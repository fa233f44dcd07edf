// Reads test counts from Jest's or Vitest's JSON report (both use the Jest result shape).
import fs from 'node:fs';

export function countResults(file) {
  try {
    const r = JSON.parse(fs.readFileSync(file, 'utf8'));
    return {
      passed: r.numPassedTests ?? 0,
      failed: (r.numFailedTests ?? 0) + (r.numRuntimeErrorTestSuites ?? 0),
    };
  } catch {
    return {};
  }
}
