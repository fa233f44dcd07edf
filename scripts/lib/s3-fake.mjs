// Local object storage for test-frame originals and thumbnails: s3rver (an S3-compatible server)
// in-process on 127.0.0.1, ephemeral port, one bucket. Data lives under `dir` (npm start) or a
// temporary directory that stop() removes (tests).
import fs from 'node:fs';
import os from 'node:os';
import path from 'node:path';
import S3rver from 's3rver';

const BUCKET = 'lumenwright-frames';
// s3rver accepts exactly these credentials (its documented defaults).
const ACCESS_KEY = 'S3RVER';
const SECRET_KEY = 'S3RVER';

export async function start({ dir, log = () => undefined, port = 0 } = {}) {
  const temporary = !dir;
  const directory = dir ?? fs.mkdtempSync(path.join(os.tmpdir(), 'lumenwright-s3-'));
  fs.mkdirSync(directory, { recursive: true });
  const server = new S3rver({
    address: '127.0.0.1',
    port,
    silent: true,
    directory,
    configureBuckets: [{ name: BUCKET }],
  });
  const info = await server.run();
  const url = `http://127.0.0.1:${info.port}`;
  log(`Object storage (s3rver) on ${url}, bucket ${BUCKET}`);
  return {
    env: {
      S3_ENDPOINT: url,
      S3_BUCKET: BUCKET,
      S3_REGION: 'us-east-1',
      S3_ACCESS_KEY_ID: ACCESS_KEY,
      S3_SECRET_ACCESS_KEY: SECRET_KEY,
    },
    urls: [['object storage', url]],
    stop: async () => {
      await server.close();
      if (temporary) fs.rmSync(directory, { recursive: true, force: true });
    },
  };
}
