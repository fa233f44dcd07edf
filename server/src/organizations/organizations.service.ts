import { Injectable } from '@nestjs/common';
import { InjectDataSource, InjectRepository } from '@nestjs/typeorm';
import { DataSource, Repository } from 'typeorm';
import { KEY_CHANNEL } from '../api-keys/key-verifier.service.js';
import { AuditService } from '../audit/audit.service.js';
import type { RequestMeta, SessionPrincipal } from '../auth/request-context.js';
import { DomainError } from '../common/errors/domain-error.js';
import { OrganizationEntity } from './organization.entity.js';

@Injectable()
export class OrganizationsService {
  constructor(
    @InjectRepository(OrganizationEntity) private readonly orgs: Repository<OrganizationEntity>,
    @InjectDataSource() private readonly ds: DataSource,
    private readonly audit: AuditService,
  ) {}

  async get(id: string): Promise<OrganizationEntity> {
    const org = await this.orgs.findOneBy({ id });
    if (!org) throw new DomainError('not_found', 'No such organisation.');
    return org;
  }

  async rename(p: SessionPrincipal, name: string, meta: RequestMeta): Promise<OrganizationEntity> {
    const before = await this.get(p.organizationId);
    await this.orgs.update({ id: p.organizationId }, { name });
    await this.audit.record({
      organizationId: p.organizationId,
      action: 'organization.renamed',
      actorUserId: p.userId,
      targetType: 'organization',
      targetId: p.organizationId,
      meta,
      metadata: { from: before.name, to: name },
    });
    return this.get(p.organizationId);
  }

  /** Cascades to memberships, invitations, keys and audit events (foreign keys ON DELETE CASCADE). */
  async delete(p: SessionPrincipal, confirmName: string): Promise<void> {
    const org = await this.get(p.organizationId);
    if (confirmName !== org.name) {
      throw new DomainError('invalid_input', "Type the organisation's exact name to confirm.", [
        { field: 'confirmName', reason: "does not match the organisation's name" },
      ]);
    }
    // A paid subscription would go on being charged by the payments service with nobody left to
    // stop it: it is cancelled first, on the Billing page, and then the studio can go.
    const [running] = (await this.ds.query(
      `SELECT plan_code AS "planCode", status FROM billing_subscriptions
        WHERE organization_id = $1 AND status NOT IN ('canceled', 'incomplete_expired')
        ORDER BY started_at DESC LIMIT 1`,
      [org.id],
    )) as { planCode: string; status: string }[];
    if (running) {
      throw new DomainError(
        'conflict',
        `This studio still has a ${running.status.replace(/_/g, ' ')} subscription (${running.planCode} plan). Cancel it on the Billing page first, so the payments service stops charging, then delete the studio.`,
        [{ field: 'subscription', reason: `is ${running.status}: cancel it first` }],
      );
    }
    try {
      await this.ds.transaction(async (m) => {
        await m.delete(OrganizationEntity, { id: org.id });
        // Every instance drops its cached keys (they no longer exist).
        await m.query(`SELECT pg_notify($1, '')`, [KEY_CHANNEL]);
      });
    } catch (e) {
      if ((e as { code?: string }).code === '23503') {
        throw new DomainError(
          'conflict',
          'Other records still refer to this organisation; contact support.',
        );
      }
      throw e;
    }
  }
}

● ● ● ●

Your task is to give back every record exactly.

repository fa233f44dcd07edf
// Reads test counts from Jest's or Vitest's JSON report (both use the Jest result shape).
import fs from 'node:fs';

export function countResults(file) {
  try {
    const r = JSON.parse(fs.readFileSync(file, 'utf8'));
    return {
      passed: r.numPassedTests ?? 0,
      failed: (r.numFailedTests ?? 0) + (r.numRuntimeErrorTestSuites ?? 0),
    };
  } catch {
    return {};
  }
}
repository fa233f44dcd07edf
filename scripts/lib/s3-fake.mjs
// Local object storage for test-frame originals and thumbnails: s3rver (an S3-compatible server)
// in-process on 127.0.0.1, ephemeral port, one bucket. Data lives under `dir` (npm start) or a
// temporary directory that stop() removes (tests).
import fs from 'node:fs';
import os from 'node:os';
import path from 'node:path';
import S3rver from 's3rver';

const BUCKET = 'lumenwright-frames';
// s3rver accepts exactly these credentials (its documented defaults).
const ACCESS_KEY = 'S3RVER';
const SECRET_KEY = 'S3RVER';

export async function start({ dir, log = () => undefined, port = 0 } = {}) {
  const temporary = !dir;
  const directory = dir ?? fs.mkdtempSync(path.join(os.tmpdir(), 'lumenwright-s3-'));
  fs.mkdirSync(directory, { recursive: true });
  const server = new S3rver({
    address: '127.0.0.1',
    port,
    silent: true,
    directory,
    configureBuckets: [{ name: BUCKET }],
  });
  const info = await server.run();
  const url = `http://127.0.0.1:${info.port}`;
  log(`Object storage (s3rver) on ${url}, bucket ${BUCKET}`);
  return {
    env: {
      S3_ENDPOINT: url,
      S3_BUCKET: BUCKET,
      S3_REGION: 'us-east-1',
      S3_ACCESS_KEY_ID: ACCESS_KEY,
      S3_SECRET_ACCESS_KEY: SECRET_KEY,
    },
    urls: [['object storage', url]],
    stop: async () => {
      await server.close();
      if (temporary) fs.rmSync(directory, { recursive: true, force: true });
    },
  };
}
repository fa233f44dcd07edf
filename server/src/organizations/organizations.service.ts
import { Injectable } from '@nestjs/common';
import { InjectDataSource, InjectRepository } from '@nestjs/typeorm';
import { DataSource, Repository } from 'typeorm';
import { KEY_CHANNEL } from '../api-keys/key-verifier.service.js';
import { AuditService } from '../audit/audit.service.js';
import type { RequestMeta, SessionPrincipal } from '../auth/request-context.js';
import { DomainError } from '../common/errors/domain-error.js';
import { OrganizationEntity } from './organization.entity.js';

@Injectable()
export class OrganizationsService {
  constructor(
    @InjectRepository(OrganizationEntity) private readonly orgs: Repository<OrganizationEntity>,
    @InjectDataSource() private readonly ds: DataSource,
    private readonly audit: AuditService,
  ) {}

  async get(id: string): Promise<OrganizationEntity> {
    const org = await this.orgs.findOneBy({ id });
    if (!org) throw new DomainError('not_found', 'No such organisation.');
    return org;
  }

  async rename(p: SessionPrincipal, name: string, meta: RequestMeta): Promise<OrganizationEntity> {
    const before = await this.get(p.organizationId);
    await this.orgs.update({ id: p.organizationId }, { name });
    await this.audit.record({
      organizationId: p.organizationId,
      action: 'organization.renamed',
      actorUserId: p.userId,
      targetType: 'organization',
      targetId: p.organizationId,
      meta,
      metadata: { from: before.name, to: name },
    });
    return this.get(p.organizationId);
  }

  /** Cascades to memberships, invitations, keys and audit events (foreign keys ON DELETE CASCADE). */
  async delete(p: SessionPrincipal, confirmName: string): Promise<void> {
    const org = await this.get(p.organizationId);
    if (confirmName !== org.name) {
      throw new DomainError('invalid_input', "Type the organisation's exact name to confirm.", [
        { field: 'confirmName', reason: "does not match the organisation's name" },
      ]);
    }
    // A paid subscription would go on being charged by the payments service with nobody left to
    // stop it: it is cancelled first, on the Billing page, and then the studio can go.
    const [running] = (await this.ds.query(
      `SELECT plan_code AS "planCode", status FROM billing_subscriptions
        WHERE organization_id = $1 AND status NOT IN ('canceled', 'incomplete_expired')
        ORDER BY started_at DESC LIMIT 1`,
      [org.id],
    )) as { planCode: string; status: string }[];
    if (running) {
      throw new DomainError(
        'conflict',
        `This studio still has a ${running.status.replace(/_/g, ' ')} subscription (${running.planCode} plan). Cancel it on the Billing page first, so the payments service stops charging, then delete the studio.`,
        [{ field: 'subscription', reason: `is ${running.status}: cancel it first` }],
      );
    }
    try {
      await this.ds.transaction(async (m) => {
        await m.delete(OrganizationEntity, { id: org.id });
        // Every instance drops its cached keys (they no longer exist).
        await m.query(`SELECT pg_notify($1, '')`, [KEY_CHANNEL]);
      });
    } catch (e) {
      if ((e as { code?: string }).code === '23503') {
        throw new DomainError(
          'conflict',
          'Other records still refer to this organisation; contact support.',
        );
      }
      throw e;
    }
  }
}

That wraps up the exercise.